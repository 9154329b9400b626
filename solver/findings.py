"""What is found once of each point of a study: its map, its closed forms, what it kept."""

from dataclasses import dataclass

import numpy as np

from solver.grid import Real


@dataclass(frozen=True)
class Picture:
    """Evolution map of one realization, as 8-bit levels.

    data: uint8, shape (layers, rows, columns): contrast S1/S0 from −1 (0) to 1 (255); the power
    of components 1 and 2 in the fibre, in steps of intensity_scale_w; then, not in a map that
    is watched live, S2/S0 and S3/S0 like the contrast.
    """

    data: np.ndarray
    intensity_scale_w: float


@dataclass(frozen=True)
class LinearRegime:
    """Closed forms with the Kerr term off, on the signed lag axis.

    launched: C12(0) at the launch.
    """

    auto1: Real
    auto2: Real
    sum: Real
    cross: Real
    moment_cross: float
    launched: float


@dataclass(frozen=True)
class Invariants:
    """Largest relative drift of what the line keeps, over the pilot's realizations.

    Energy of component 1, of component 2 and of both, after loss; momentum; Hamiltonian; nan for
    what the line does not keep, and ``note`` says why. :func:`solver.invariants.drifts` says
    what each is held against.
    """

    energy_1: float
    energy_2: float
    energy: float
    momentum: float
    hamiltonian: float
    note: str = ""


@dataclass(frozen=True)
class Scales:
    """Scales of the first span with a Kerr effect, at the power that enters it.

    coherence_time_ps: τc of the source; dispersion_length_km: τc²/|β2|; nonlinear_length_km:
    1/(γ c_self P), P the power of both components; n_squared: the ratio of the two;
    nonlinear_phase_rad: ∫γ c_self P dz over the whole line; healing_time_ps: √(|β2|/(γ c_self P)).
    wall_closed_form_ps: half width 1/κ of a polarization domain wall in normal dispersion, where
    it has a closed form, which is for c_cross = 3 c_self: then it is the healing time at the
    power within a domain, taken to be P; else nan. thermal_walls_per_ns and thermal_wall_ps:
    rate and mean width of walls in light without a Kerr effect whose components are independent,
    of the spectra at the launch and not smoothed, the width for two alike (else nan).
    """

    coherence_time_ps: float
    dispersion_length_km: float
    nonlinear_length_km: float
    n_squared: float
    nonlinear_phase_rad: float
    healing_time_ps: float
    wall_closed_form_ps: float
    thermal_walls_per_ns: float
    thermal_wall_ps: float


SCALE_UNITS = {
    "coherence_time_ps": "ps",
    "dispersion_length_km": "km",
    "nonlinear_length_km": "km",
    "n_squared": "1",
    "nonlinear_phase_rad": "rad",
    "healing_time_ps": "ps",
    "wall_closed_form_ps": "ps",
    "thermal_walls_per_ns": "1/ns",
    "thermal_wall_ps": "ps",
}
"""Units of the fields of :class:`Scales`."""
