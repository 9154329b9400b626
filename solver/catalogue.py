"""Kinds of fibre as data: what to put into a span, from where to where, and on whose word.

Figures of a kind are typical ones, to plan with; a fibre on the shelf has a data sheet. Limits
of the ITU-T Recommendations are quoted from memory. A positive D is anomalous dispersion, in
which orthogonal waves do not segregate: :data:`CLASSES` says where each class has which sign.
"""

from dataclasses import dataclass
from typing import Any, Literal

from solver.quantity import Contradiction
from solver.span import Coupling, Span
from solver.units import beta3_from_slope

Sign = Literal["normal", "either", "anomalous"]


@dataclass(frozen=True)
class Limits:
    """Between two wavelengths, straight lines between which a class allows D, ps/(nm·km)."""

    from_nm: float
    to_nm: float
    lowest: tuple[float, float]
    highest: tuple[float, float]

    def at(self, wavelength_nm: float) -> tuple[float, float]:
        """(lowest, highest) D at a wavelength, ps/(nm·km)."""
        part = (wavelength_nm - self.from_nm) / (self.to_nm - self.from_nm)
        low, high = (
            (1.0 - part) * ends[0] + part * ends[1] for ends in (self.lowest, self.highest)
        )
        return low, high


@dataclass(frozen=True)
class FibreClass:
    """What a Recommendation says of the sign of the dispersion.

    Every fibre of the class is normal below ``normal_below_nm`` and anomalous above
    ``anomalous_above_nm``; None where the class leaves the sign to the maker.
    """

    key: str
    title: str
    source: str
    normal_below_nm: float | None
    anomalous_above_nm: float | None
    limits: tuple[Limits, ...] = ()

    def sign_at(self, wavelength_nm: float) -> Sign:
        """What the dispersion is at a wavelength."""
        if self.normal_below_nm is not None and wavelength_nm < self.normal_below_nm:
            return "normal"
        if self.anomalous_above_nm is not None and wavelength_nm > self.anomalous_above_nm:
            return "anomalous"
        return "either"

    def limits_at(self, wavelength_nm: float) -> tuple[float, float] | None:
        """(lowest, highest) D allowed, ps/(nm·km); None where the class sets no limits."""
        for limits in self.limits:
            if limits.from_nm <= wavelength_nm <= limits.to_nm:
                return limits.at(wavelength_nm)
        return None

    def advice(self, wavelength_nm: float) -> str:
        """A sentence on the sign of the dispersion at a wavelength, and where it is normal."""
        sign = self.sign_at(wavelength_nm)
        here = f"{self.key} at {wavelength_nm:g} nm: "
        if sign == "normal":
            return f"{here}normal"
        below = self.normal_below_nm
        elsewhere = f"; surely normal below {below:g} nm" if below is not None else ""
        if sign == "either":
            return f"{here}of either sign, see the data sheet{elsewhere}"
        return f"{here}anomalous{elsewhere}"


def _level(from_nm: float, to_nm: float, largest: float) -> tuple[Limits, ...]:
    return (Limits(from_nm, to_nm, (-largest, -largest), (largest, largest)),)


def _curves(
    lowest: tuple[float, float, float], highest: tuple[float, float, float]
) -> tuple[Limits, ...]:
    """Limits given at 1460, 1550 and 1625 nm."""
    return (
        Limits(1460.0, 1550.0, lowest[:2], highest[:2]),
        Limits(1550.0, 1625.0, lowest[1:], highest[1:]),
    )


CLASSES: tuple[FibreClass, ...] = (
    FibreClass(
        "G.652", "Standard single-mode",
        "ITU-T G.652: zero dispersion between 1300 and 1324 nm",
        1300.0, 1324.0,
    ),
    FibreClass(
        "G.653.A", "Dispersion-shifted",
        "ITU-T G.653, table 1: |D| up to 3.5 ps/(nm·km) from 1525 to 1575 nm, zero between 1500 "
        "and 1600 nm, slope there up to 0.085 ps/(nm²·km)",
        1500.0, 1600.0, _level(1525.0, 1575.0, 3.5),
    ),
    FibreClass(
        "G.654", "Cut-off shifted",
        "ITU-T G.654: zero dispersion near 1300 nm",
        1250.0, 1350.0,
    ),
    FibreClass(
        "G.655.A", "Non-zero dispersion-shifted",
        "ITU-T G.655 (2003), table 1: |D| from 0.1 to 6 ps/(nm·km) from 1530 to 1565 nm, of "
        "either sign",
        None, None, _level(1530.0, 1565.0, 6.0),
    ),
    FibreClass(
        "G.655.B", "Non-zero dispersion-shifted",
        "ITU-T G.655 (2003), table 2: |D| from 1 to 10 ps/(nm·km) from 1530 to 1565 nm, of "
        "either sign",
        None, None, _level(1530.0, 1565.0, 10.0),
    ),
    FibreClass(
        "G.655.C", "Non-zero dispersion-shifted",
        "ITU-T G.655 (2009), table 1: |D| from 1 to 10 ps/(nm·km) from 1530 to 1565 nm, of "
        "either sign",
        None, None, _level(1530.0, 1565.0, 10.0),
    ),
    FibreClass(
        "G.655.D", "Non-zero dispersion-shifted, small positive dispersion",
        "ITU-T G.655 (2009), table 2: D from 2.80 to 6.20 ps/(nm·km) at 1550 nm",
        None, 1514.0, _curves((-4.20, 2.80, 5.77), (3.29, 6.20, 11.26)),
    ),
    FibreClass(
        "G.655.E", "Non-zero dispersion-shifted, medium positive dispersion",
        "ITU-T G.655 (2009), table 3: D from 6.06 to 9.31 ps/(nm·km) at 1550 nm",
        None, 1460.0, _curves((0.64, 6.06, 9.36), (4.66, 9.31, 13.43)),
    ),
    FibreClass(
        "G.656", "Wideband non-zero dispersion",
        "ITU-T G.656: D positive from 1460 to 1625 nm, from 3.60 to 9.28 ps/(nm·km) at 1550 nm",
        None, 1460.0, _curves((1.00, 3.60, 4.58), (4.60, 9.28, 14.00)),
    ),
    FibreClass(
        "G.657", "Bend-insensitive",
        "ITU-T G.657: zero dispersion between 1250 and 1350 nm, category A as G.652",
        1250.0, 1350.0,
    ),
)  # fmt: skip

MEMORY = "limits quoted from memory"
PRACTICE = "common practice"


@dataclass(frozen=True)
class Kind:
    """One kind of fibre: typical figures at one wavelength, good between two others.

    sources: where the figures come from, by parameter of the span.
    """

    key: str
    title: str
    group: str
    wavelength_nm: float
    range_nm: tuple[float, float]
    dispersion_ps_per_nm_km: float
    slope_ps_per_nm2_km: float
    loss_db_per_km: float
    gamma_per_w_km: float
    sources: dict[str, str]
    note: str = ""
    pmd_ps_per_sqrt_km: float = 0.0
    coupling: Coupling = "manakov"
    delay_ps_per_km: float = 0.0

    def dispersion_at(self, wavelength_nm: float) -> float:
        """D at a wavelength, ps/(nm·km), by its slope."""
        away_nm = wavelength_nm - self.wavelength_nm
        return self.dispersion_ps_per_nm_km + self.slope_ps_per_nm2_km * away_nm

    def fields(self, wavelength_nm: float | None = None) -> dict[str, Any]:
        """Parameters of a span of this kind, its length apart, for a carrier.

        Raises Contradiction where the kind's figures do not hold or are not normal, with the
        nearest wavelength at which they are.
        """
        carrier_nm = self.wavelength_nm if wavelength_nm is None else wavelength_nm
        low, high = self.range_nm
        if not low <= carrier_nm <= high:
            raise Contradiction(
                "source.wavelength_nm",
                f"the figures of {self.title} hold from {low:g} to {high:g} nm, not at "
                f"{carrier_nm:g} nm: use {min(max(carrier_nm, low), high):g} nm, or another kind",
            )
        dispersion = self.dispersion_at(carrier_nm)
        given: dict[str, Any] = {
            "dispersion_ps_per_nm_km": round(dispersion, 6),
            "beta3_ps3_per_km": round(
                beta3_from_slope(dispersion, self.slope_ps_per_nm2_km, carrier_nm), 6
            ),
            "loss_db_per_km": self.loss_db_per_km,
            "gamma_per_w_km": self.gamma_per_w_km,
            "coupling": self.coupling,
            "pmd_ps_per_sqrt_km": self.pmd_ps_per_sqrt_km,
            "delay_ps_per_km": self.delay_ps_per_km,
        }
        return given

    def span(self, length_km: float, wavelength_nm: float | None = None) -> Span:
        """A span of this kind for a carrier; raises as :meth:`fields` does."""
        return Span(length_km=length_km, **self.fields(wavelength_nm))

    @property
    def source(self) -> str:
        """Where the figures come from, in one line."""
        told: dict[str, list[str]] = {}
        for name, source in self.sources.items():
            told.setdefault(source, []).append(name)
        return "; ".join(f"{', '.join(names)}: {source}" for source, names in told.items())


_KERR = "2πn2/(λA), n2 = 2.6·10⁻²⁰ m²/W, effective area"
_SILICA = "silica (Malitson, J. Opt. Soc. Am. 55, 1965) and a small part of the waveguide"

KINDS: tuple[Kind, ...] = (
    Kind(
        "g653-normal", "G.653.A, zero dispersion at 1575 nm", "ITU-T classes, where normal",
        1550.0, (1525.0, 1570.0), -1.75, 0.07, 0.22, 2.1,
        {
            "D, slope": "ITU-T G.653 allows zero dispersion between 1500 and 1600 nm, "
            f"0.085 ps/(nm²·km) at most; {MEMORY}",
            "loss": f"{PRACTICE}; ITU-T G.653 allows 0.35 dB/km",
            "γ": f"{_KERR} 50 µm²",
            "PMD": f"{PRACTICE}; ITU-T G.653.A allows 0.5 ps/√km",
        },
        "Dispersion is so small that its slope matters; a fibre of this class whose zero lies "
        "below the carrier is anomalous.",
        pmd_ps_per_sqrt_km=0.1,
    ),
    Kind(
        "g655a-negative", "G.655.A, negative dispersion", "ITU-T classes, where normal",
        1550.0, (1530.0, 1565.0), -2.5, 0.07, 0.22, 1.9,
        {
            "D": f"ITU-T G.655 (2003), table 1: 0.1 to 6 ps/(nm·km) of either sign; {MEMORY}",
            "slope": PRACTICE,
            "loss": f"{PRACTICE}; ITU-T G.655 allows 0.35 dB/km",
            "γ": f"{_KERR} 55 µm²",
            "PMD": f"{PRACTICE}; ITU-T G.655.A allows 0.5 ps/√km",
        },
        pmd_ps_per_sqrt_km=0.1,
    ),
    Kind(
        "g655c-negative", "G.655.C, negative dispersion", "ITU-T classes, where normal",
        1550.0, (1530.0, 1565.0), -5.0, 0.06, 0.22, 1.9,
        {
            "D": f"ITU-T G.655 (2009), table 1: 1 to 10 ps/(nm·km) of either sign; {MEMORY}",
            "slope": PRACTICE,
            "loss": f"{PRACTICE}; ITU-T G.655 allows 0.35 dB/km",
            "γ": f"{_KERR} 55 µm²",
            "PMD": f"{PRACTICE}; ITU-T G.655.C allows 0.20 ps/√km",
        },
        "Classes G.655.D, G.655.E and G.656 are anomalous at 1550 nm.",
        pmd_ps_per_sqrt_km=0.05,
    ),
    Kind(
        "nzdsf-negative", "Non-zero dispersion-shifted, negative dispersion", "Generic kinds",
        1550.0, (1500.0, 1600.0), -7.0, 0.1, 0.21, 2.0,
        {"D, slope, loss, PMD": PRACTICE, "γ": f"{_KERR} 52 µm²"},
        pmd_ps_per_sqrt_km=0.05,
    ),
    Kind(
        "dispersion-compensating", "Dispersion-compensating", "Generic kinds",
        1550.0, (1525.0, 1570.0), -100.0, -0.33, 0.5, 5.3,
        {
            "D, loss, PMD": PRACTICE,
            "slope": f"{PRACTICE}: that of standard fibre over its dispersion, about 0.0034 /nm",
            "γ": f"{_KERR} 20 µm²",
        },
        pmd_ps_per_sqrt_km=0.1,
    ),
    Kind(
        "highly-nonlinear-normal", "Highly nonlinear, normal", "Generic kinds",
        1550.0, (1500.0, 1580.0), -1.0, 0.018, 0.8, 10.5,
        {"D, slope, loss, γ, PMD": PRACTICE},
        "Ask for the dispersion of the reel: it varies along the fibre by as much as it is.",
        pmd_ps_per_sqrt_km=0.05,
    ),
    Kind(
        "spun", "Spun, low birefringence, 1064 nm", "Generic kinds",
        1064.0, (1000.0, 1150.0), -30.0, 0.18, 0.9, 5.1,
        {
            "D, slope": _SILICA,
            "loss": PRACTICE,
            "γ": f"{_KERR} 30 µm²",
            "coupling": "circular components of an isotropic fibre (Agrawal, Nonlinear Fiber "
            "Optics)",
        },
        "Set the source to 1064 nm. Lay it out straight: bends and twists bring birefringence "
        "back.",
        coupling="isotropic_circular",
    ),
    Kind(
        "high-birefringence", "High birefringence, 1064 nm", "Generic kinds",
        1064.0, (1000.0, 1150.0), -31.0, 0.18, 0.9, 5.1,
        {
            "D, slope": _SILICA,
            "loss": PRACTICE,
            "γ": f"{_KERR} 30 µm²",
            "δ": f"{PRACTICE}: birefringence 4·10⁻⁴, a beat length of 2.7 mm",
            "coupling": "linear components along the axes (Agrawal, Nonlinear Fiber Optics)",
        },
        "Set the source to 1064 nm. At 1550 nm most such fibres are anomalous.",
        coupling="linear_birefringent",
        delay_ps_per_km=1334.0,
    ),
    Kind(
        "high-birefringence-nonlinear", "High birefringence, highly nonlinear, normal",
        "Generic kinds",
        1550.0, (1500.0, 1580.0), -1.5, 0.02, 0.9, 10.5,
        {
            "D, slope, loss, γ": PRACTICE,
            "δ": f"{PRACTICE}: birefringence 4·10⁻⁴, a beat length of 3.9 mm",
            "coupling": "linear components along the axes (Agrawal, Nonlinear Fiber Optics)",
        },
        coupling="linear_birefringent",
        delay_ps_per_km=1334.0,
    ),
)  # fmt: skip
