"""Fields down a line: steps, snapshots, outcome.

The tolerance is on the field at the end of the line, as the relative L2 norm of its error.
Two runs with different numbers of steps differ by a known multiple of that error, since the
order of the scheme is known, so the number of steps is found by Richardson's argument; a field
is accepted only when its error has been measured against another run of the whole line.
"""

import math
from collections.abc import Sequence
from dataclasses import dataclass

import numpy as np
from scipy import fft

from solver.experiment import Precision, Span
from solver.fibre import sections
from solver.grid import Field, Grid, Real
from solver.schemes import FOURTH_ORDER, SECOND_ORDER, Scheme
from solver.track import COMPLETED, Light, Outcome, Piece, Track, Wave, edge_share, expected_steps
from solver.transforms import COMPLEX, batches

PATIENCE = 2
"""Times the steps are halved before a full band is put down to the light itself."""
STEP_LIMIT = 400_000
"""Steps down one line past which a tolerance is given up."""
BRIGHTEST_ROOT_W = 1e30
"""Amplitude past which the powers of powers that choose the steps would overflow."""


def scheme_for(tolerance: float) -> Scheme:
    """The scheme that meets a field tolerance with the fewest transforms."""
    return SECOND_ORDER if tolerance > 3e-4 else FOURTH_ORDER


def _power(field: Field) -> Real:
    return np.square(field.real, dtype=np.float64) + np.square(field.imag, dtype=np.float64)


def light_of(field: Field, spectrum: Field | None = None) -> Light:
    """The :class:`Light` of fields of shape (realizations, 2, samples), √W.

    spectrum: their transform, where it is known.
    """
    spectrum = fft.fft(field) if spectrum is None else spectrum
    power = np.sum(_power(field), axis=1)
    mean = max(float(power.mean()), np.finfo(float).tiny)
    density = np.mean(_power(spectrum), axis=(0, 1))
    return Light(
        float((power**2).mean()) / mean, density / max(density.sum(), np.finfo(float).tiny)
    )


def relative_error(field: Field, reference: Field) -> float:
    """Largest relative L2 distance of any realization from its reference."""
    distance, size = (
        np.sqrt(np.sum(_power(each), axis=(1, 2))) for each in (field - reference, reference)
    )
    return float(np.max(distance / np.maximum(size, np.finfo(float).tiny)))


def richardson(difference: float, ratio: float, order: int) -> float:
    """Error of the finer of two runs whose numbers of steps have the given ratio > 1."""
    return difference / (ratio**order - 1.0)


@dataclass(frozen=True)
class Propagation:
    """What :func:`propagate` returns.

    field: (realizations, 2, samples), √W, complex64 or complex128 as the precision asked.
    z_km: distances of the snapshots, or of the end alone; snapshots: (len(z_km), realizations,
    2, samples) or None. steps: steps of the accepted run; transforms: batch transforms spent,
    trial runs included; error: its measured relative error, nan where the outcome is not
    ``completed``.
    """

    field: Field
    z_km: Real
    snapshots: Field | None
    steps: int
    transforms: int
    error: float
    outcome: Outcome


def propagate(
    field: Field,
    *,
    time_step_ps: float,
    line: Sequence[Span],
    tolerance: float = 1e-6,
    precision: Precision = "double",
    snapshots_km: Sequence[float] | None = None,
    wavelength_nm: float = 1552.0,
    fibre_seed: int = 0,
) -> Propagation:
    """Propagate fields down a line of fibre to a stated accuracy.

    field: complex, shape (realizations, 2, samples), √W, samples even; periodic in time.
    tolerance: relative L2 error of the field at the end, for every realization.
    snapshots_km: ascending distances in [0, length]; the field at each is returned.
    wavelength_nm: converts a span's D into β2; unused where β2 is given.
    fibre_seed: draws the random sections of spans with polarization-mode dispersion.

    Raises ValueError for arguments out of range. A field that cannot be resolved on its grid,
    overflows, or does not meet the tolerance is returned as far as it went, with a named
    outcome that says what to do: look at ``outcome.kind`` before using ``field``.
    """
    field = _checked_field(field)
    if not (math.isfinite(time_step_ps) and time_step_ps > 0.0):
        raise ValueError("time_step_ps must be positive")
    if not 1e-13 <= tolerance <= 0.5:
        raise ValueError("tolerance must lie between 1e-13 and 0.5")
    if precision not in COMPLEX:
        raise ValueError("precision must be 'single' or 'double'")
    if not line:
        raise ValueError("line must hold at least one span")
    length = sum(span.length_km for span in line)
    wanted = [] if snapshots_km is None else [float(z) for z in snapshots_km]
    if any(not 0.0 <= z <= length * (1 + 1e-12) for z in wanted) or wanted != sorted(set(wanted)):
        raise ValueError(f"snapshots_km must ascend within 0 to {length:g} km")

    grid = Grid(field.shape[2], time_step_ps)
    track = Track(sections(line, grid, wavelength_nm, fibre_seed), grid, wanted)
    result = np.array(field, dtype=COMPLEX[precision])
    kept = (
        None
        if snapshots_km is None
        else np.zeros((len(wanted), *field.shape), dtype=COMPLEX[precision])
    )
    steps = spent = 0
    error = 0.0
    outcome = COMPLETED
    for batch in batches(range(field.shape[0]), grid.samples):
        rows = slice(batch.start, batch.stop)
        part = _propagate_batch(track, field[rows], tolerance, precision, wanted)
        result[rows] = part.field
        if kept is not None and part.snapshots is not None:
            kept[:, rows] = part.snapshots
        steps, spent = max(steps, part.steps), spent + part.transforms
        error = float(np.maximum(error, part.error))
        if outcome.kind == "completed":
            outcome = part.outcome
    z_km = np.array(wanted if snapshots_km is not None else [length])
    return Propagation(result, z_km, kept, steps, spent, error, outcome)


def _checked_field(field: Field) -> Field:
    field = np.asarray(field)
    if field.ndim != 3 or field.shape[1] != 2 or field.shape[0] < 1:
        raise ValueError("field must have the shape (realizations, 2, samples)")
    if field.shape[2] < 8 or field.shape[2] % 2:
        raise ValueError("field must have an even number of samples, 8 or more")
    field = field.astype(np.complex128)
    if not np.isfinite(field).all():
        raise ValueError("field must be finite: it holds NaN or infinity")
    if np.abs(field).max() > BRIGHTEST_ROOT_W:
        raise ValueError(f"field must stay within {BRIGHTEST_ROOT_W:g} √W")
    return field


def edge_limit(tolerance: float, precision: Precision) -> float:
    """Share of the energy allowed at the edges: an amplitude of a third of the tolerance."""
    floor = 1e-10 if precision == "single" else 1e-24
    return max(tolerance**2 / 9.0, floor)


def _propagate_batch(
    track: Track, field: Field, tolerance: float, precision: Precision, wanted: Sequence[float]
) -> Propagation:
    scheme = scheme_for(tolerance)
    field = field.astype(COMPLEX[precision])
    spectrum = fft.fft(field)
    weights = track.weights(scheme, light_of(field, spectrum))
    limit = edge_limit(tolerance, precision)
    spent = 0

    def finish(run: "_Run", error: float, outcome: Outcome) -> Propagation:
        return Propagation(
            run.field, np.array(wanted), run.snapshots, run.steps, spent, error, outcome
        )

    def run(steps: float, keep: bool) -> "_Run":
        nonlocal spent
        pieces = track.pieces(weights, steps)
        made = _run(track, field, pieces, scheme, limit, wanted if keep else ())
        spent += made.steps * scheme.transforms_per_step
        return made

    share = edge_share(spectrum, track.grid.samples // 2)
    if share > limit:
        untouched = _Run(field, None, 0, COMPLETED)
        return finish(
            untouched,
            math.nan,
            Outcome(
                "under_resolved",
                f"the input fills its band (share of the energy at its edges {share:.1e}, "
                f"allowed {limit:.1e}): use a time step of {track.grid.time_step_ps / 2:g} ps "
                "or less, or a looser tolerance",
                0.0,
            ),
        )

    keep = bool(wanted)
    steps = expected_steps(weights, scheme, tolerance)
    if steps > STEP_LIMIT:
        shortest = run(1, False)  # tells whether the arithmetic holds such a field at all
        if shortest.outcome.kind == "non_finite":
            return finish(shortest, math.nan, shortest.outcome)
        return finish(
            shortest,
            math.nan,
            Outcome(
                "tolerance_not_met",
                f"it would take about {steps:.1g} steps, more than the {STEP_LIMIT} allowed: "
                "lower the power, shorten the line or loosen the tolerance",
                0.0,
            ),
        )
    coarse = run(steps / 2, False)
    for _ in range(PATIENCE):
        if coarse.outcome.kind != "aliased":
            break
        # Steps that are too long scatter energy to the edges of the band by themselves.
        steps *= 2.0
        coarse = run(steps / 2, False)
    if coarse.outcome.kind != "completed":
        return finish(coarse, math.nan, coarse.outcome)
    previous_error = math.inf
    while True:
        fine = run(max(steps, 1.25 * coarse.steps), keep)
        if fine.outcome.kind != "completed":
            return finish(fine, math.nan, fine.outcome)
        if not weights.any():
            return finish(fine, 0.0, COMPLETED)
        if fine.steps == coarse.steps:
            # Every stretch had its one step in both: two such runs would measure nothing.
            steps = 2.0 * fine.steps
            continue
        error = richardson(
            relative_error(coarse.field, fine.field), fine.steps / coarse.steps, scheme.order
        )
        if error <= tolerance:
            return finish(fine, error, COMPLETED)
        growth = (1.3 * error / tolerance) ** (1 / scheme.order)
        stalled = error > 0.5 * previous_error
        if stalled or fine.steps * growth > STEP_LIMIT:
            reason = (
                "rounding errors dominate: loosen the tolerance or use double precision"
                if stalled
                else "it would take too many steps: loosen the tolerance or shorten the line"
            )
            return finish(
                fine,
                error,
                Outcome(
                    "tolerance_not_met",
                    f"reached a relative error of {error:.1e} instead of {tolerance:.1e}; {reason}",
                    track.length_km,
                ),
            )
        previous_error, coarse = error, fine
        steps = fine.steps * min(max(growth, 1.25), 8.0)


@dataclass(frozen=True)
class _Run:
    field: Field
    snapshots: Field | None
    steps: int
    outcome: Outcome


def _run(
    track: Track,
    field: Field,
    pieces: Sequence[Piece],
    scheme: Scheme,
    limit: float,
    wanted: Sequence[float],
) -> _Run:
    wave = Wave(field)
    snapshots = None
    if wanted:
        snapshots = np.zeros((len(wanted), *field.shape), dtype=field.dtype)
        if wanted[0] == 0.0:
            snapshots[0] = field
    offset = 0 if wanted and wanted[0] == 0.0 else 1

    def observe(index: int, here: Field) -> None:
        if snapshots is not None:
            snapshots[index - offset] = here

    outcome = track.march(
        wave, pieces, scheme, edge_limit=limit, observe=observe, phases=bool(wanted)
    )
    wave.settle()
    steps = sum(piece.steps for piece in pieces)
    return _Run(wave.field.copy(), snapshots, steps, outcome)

....

TASK TO COMPLETE: Copy the entries word for word. Start at the first line and end with the line containing "wall_closed_form_ps: half width".

RESULT OF THIS EXERCISE:
repository 9154329b9400b626
filename solver/findings.py
"""What is found once of each point of a study: its map, its closed forms, what it kept."""

from dataclasses import dataclass

import numpy as np

from solver.grid import Real


@dataclass(frozen=True)
class Picture:
    """Evolution map of one realization, as 8-bit levels.

    data: uint8, shape (layers, rows, columns): contrast S1/S0 from −1 (0) to 1 (255); the power
    of components 1 and 2 in the fibre, in steps of intensity_scale_w; then, not in a map that
    is watched live, S2/S0 and S3/S0 like the contrast.
    """

    data: np.ndarray
    intensity_scale_w: float


@dataclass(frozen=True)
class LinearRegime:
    """Closed forms with the Kerr term off, on the signed lag axis.

    launched: C12(0) at the launch.
    """

    auto1: Real
    auto2: Real
    sum: Real
    cross: Real
    moment_cross: float
    launched: float


@dataclass(frozen=True)
class Invariants:
    """Largest relative drift of what the line keeps, over the pilot's realizations.

    Energy of component 1, of component 2 and of both, after loss; momentum; Hamiltonian; nan for
    what the line does not keep, and ``note`` says why. :func:`solver.invariants.drifts` says
    what each is held against.
    """

    energy_1: float
    energy_2: float
    energy: float
    momentum: float
    hamiltonian: float
    note: str = ""


@dataclass(frozen=True)
class Scales:
    """Scales of the first span with a Kerr effect, at the power that enters it.

    coherence_time_ps: τc of the source; dispersion_length_km: τc²/|β2|; nonlinear_length_km:
    1/(γ c_self P), P the power of both components; n_squared: the ratio of the two;
    nonlinear_phase_rad: ∫γ c_self P dz over the whole line; healing_time_ps: √(|β2|/(γ c_self P)).
    wall_closed_form_ps: half width 1/κ of a polarization domain wall in normal dispersion, where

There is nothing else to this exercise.